Heres a pretty good site for the rb25 swap rb swap. As far as cost it will be near the 7 to 8,000 probally when you all said and done.


----------



## sunnydet90 (Sep 10, 2004)

XBALLS101 said:


> where could i find information on the swaps with the rb25 or rb26, and how much do you guys think the swap will cost?


 well if you go with the Rb26 you definately would need some relocating of the steering rack but i'm just goin right hand drive since i'm getting a clip. rb25 you just need to grind down the rack a bit and it will fit.

Don


----------



## lyon23 (May 1, 2004)

240sxs1377 said:


> Heres a pretty good site for the rb25 swap rb swap. As far as cost it will be near the 7 to 8,000 probally when you all said and done.


here's another good site

http://www.rb25det.org/


----------



## XBALLS101 (Apr 10, 2005)

thanks for the help on the rb engines, but they seem to be a little to much out of my budget so i probably will stick with the sr20det.


----------



## 240sxs1377 (Jan 9, 2005)

If it already has a ka in it you could just keep that and save some bucks rebuild it and turbo and have a kwik car.
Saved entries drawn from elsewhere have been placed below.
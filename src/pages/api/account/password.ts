import { changePassword } from "#src/server/account.ts";
import { route } from "#src/server/route.ts";
import { PasswordChange } from "#src/shapes/account.ts";

/** Sets one's own password and ends every other sign-in. */
export const PUT = route({
  may: "in-person",
  input: PasswordChange,
  run: ({ input, ...given }) => changePassword(given, input),
});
Just my 2 cents.


----------



## XBALLS101 (Apr 10, 2005)

yea thanks for that idea one of my friends suggested that and i started to look in to that. im probably going to end up with that so i can save some money.


----------



## afroeman (Oct 12, 2004)

yeah the ka is a little stronger block than the SR too. The SR revs higher but the KA is a bit stronger and you will probably be able to push more boost through it over the SR. Plus, the KA-T sounds bad ass!!


----------



## Nismo14-180 (Mar 31, 2004)

240droptop said:


> try the search button this kinda thread has been on here hundreads of times over and over again!!!


Yea seariously.

I prefer the KA but if its just the two coices there, then Id go with the SR. Its lighter, cheaper, and just as versitle as the RB.


----------



## afroeman (Oct 12, 2004)

Nismo14-180 said:


> I prefer the KA but if its just the two coices there, then Id go with the SR. Its lighter, cheaper, and just as versitle as the RB.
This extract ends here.